Trabalho de Conclusão de Curso de Graduação
Deep learning-based oriented object detection in remote sensing imagery: YOLOv7-OBB
Fecha
2023-01-25Registro en:
SANTOS, P. T. P. dos. Deep Learning-Based Oriented Object Detection in Remote Sensing Imagery: YOLOv7-OBB. 2023. 86 p. Trabalho de Conclusão de Curso (Graduação em Engenharia de Telecomunicações) - Universidade Federal de Santa Maria, Santa Maria, RS, 2023.
Autor
Santos, Pietro Terra Pizzutti dos
Institución
Resumen
Remote sensing (RS) is the act of processing and extracting meaningful features about
the ground and objects observed at a distance, usually from a much higher position from aircraft and satellites. Due to the large field of coverage in RS imagery, object detection in these
images can be really useful, gathering a broad and concise notion of the objects present in certain areas. Due to their great capability of assimilating intricate patterns, Deep Learning (DL)
models have achieved state-of-the-art (SOTA) performance in computer vision tasks. In this
project, an extensive research is conducted on current DL-based object detection models and
a suitable model, YOLOv7, is chosen to serve as a baseline for modifications to enable a high
performance oriented bounding-box (OBB) detector in RS imagery. In supervised DL models, their final performance is very dependent on the quality of their training. To improve it,
large datasets covering the specific task are pursued, converging to the use of DOTA dataset.

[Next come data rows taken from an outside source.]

using System.Collections.Immutable;
using MeshSection.Geometry;

namespace MeshSection.Meshing;

/// <summary>
/// Checks that each segment beside a region is, on each side that has one, a chain of edges from its start to its end:
/// edges in the segment's order whose ends lie on it as nearly as the digits of the coordinates allow.
/// </summary>
internal static class SegmentCheck
{
    public static void AddFaults(Mesh mesh, PlanarGraph graph, ImmutableArray<MeshFault>.Builder faults)
    {
        int sides = 2 * graph.Segments.Length;
        double resolution = Digits.Resolution(graph);
        int[] starts = CountBySide(mesh, graph, sides);
        var edges = new int[starts[sides]];
        var next = (int[])starts.Clone();
        for (int e = 0; e < mesh.Segments.Length; e++)
        {
            if (mesh.Segments[e] >= 0) edges[next[SideOf(mesh, graph, e)]++] = e;
        }
        for (int side = 0; side < sides; side++)
        {
            Segment segment = graph.Segments[side >> 1];
            bool isFilled = ((side & 1) == 0 ? segment.Left : segment.Right) >= 0;
            Span<int> chain = edges.AsSpan(starts[side]..starts[side + 1]);
            if (!isFilled || IsChain(mesh, segment, (side & 1) == 0, chain, resolution)) continue;
            faults.Add(new MeshFault(MeshFaultKind.BrokenSegment, side >> 1, mesh.Nodes[segment.From]));
        }
    }

    private static int[] CountBySide(Mesh mesh, PlanarGraph graph, int sides)
    {
        var starts = new int[sides + 1];
        for (int e = 0; e < mesh.Segments.Length; e++)
        {
            if (mesh.Segments[e] >= 0) starts[SideOf(mesh, graph, e) + 1]++;
        }
        for (int side = 0; side < sides; side++) starts[side + 1] += starts[side];
        return starts;
    }

    private static int SideOf(Mesh mesh, PlanarGraph graph, int e) =>
        2 * mesh.Segments[e] + (MeshEdge.Along(mesh, graph.Segments[mesh.Segments[e]], e) > 0 ? 0 : 1);

    private static bool IsChain(Mesh mesh, Segment segment, bool isLeft, Span<int> edges, double resolution)
    {
        Point start = mesh.Nodes[segment.From];
        Point along = mesh.Nodes[segment.To] - start;
        var places = new double[edges.Length];
        for (int i = 0; i < edges.Length; i++)
        {
            Point from = mesh.Nodes[isLeft ? MeshEdge.From(mesh, edges[i]) : MeshEdge.To(mesh, edges[i])] - start;
            if (Math.Abs(from.Cross(along)) > along.Length * resolution) return false;
            places[i] = from.Dot(along);
        }
        places.AsSpan().Sort(edges);
        int at = segment.From;
        foreach (int e in edges)
        {
            if ((isLeft ? MeshEdge.From(mesh, e) : MeshEdge.To(mesh, e)) != at) return false;
            at = isLeft ? MeshEdge.To(mesh, e) : MeshEdge.From(mesh, e);
        }
        return at == segment.To;
    }
}
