using System.Collections.Immutable;
using MeshSection.Geometry;

namespace MeshSection.Meshing;

/// <summary>
/// Checks nodes - edges + triangles, which is the count of parts less that of holes, against the same count taken from
/// the turning of the graph's outer segments (Gauss-Bonnet): a vertex where b such segments meet and the filled angles
/// add up to A contributes 1 - b / 4 - A / 2π.
/// </summary>
internal static class EulerCheck
{
    public static void AddFaults(Mesh mesh, PlanarGraph graph, ImmutableArray<MeshFault>.Builder faults)
    {
        if (OfMesh(mesh) == OfGraph(graph)) return;
        faults.Add(new MeshFault(MeshFaultKind.EulerCount, -1, graph.Points[0]));
    }

    private static int OfMesh(Mesh mesh)
    {
        var isUsed = new bool[mesh.Nodes.Length];
        int nodes = 0;
        int edges = 0;
        for (int e = 0; e < mesh.Corners.Length; e++)
        {
            if (mesh.Neighbours[e] < e / 3) edges++;
            if (isUsed[mesh.Corners[e]]) continue;
            isUsed[mesh.Corners[e]] = true;
            nodes++;
        }
        return nodes - edges + mesh.TriangleCount;
    }

    private static int OfGraph(PlanarGraph graph)
    {
        var ends = new List<End>(2 * graph.Segments.Length);
        foreach (Segment s in graph.Segments)
        {
            if (s.Left < 0 == s.Right < 0) continue;
            Point along = graph.Points[s.To] - graph.Points[s.From];
            ends.Add(new End(s.From, Math.Atan2(along.Y, along.X), s.Left >= 0));
            ends.Add(new End(s.To, Math.Atan2(-along.Y, -along.X), s.Right >= 0));
        }
        ends.Sort();
        double count = 0;
        for (int first = 0, last; first < ends.Count; first = last)
        {
            last = first + 1;
            while (last < ends.Count && ends[last].Vertex == ends[first].Vertex) last++;
            count += OfVertex(ends, first, last);
        }
        return (int)Math.Round(count);
    }

    private static double OfVertex(List<End> ends, int first, int last)
    {
        double filled = 0;
        for (int i = first; i < last; i++)
        {
            if (!ends[i].IsFilled) continue;
            filled += i + 1 < last ? ends[i + 1].Angle - ends[i].Angle : ends[first].Angle - ends[i].Angle + Math.Tau;
        }
        return 1 - 0.25 * (last - first) - filled / Math.Tau;
    }

    /// <summary>An outer segment as it leaves a vertex, and whether what lies counter-clockwise of it is filled.</summary>
    private readonly record struct End(int Vertex, double Angle, bool IsFilled) : IComparable<End>
    {
        public int CompareTo(End other) =>
            Vertex != other.Vertex ? Vertex.CompareTo(other.Vertex) : Angle.CompareTo(other.Angle);
    }
}
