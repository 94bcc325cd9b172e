using System.Collections.Immutable;
using CsCheck;
using MeshSection.Geometry;
using MeshSection.Integration;

namespace MeshSection.Tests.Integration;

public class CapTests
{
    private static readonly Gen<ArcEdge> AnyArc =
        from angle in Gen.Double[-Math.PI, Math.PI]
        from length in Gen.Double[1, 10]
        from bulge in Gen.OneOf(Gen.Double[1e-4, 0.3], Gen.Double[0.3, 3])
        from left in Gen.Bool
        select new ArcEdge(new Point(3, -2), new Point(3, -2) + length * Point.Direction(angle), left ? bulge : -bulge);

    [Fact]
    public void Closed_form_and_quadrature_agree() => AnyArc.Sample(arc =>
    {
        // Quadrature on pieces of at most 15 degrees, as on a flattened outline: caps of the pieces, and between the
        // arc's chord and theirs a polygon.
        var about = new Point(1, 1);
        var whole = new BoundaryMoments([arc, new LineEdge(arc.End, arc.Start)]).About(about);
        var count = (int)Math.Ceiling(Math.Abs(arc.Sweep) / (Math.PI / 12));
        var pieces = Enumerable.Range(0, count).Select(i => arc.Part((double)i / count, (i + 1.0) / count)).ToArray();
        var chords = pieces.Select(p => (Edge)new LineEdge(p.Start, p.End)).Append(new LineEdge(arc.End, arc.Start));
        var sum = new BoundaryMoments(chords).About(about);
        foreach (var piece in pieces)
        {
            sum += CapQuadrature.Moments(piece, about);
        }

        var scale = Math.Pow(arc.Length + 8, 2);
        Assert.Equal(whole.Area, sum.Area, 1e-13 * scale);
        Assert.Equal(whole.X, sum.X, 1e-13 * scale * 20);
        Assert.Equal(whole.Y, sum.Y, 1e-13 * scale * 20);
        Assert.Equal(whole.XX, sum.XX, 1e-13 * scale * 400);
        Assert.Equal(whole.YY, sum.YY, 1e-13 * scale * 400);
        Assert.Equal(whole.XY, sum.XY, 1e-13 * scale * 400);
    });

    [Fact]
    public void Series_and_closed_form_meet_where_one_takes_over()
    {
        // tan(α / 2) with α just to either side of the limit of 0.5.
        var below = Cap.Of(new ArcEdge(default, new Point(2, 0), Math.Tan(0.25 * (1 - 1e-13))));
        var above = Cap.Of(new ArcEdge(default, new Point(2, 0), Math.Tan(0.25 * (1 + 1e-13))));
        Assert.Equal(1, below.Area / above.Area, 1e-12);
        Assert.Equal(1, below.First / above.First, 1e-12);
        Assert.Equal(1, below.Along / above.Along, 1e-12);
        Assert.Equal(1, below.Across / above.Across, 1e-12);
    }

    [Theory]
    [InlineData(1e-3)]
    [InlineData(1e-6)]
    [InlineData(1e-9)]
    public void A_flat_cap_is_a_parabolic_segment(double bulge)
    {
        // Chord 2, rise b: area 2/3 · 2 b, centroid at 2/5 of the rise, Iy = chord³ rise / 30 (Young and Budynas,
        // Table A.1); the arc differs from the parabola by a part of the order of b².
        var cap = Cap.Of(new ArcEdge(default, new Point(2, 0), bulge));
        var tolerance = 2 * bulge * bulge + 1e-14;
        Assert.Equal(1, cap.Area / (4 * bulge / 3), tolerance);
        Assert.Equal(1, cap.First / (cap.Area * 0.4 * bulge), tolerance);
        Assert.Equal(1, cap.Along / (8 * bulge / 30), tolerance);
        Assert.Equal(1, cap.Across / (cap.Area * (8.0 / 35) * bulge * bulge), tolerance);
    }

    private sealed class BoundaryMoments(IEnumerable<Edge> edges)
    {
        private readonly ImmutableArray<Edge> _edges = [.. edges];

        public AreaMoments About(Point about)
        {
            var sum = default(AreaMoments);
            foreach (var edge in _edges)
            {
                sum += BoundaryIntegrator.EdgeMoments(edge, about);
            }

            return sum;
        }
    }
}
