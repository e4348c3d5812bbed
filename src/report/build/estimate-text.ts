import type { Estimate } from '../../arrangement/build.js';
import { formatInterval } from '../../quantity/format-quantity.js';
import type { Dimension } from '../../quantity/quantity.js';
import { briefDigits } from './brief.js';

/** In two columns: `9.68 A` and `9.52 to 9.85 A`. */
export function estimateCells(estimate: Estimate, dimension: Dimension): [value: string, range: string] {
  const { value, low, high, unit } = formatInterval(estimate.value, estimate.low, estimate.high, dimension);
  const said = `${estimate.bound === 'least' ? '≥ ' : ''}${value} ${unit}`;
  if (low === '' && high === '') return [said, ''];
  if (high === '' || estimate.bound === 'least') return [said, low === '' ? '' : `from ${low} ${unit}`];
  return [said, low === '' ? `to ${high} ${unit}` : `${low} to ${high} ${unit}`];
}

/** In a sentence: `9.68 A (9.52 to 9.85 A)`. */
export function estimateInWords(estimate: Estimate, dimension: Dimension): string {
  const [value, range] = estimateCells(estimate, dimension);
  const said = value.replace('≥', 'at least');
  return range === '' ? said : `${said} (${range})`;
}

/** The limits alone, their unit said elsewhere: `3.77 to 3.93`; as many decimals as half their distance tells. */
export function between(low: number, high: number): string {
  const half = Math.abs(high - low) / 2;
  if (!(half > 1e-9 * Math.abs(high))) return briefDigits(low);
  const decimals = Math.min(3, Math.max(0, 1 - Math.floor(Math.log10(half))));
  const [from, to] = [low.toFixed(decimals), high.toFixed(decimals)];
  return from === to ? from : `${from} to ${to}`;
}

/** A line of a chart at a place of its own: straight between the places that were worked out, level beyond them. */
export function valueAt(places: readonly number[], line: readonly number[], place: number): number {
  const after = places.findIndex((each) => each >= place);
  if (after === -1) return line.at(-1) ?? Number.NaN;
  const [x0, x1] = [places[after - 1], places[after]];
  const [y0, y1] = [line[after - 1], line[after]];
  if (x0 === undefined || y0 === undefined || x1 === undefined || y1 === undefined) return y1 ?? Number.NaN;
  return y0 + ((y1 - y0) * (place - x0)) / (x1 - x0);
}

Moreover, the concept of transfer learning is employed to allow the use of a pre-trained model
on a very large dataset with different tasks. The final model is evaluated on common object
detection metrics, such as the confusion matrix, precision, and recall curves. They validate the
detector, capable of identifying 16 object classes with SOTA performance: high accuracy, fast
and with the latest oriented bounding-box. Comparing the confusion matrices of the developed
model and YOLOv5-OBB (KAIXUAN, 2022), for instance, it correctly identifies with a probability of 0.97, 0.89, 0.67 and 0.67% the following classes: plane, baseball diamond, bridge
and ground track field. Meanwhile the YOLOv5-OBB obtains 0.96, 0.83, 0.6 and 0.6% for the
same respective classes. Another interesting point is the reduction from 0.73 to 0.69% in the
probability of mistaking the background for a small-vehicle. The model can further be trained
on custom datasets for detection in agriculture, livestock, militarily, etc., bringing implications
for many areas and activities. The repository containing all the codes used and developed in
this project is available at (SANTOS, 2022).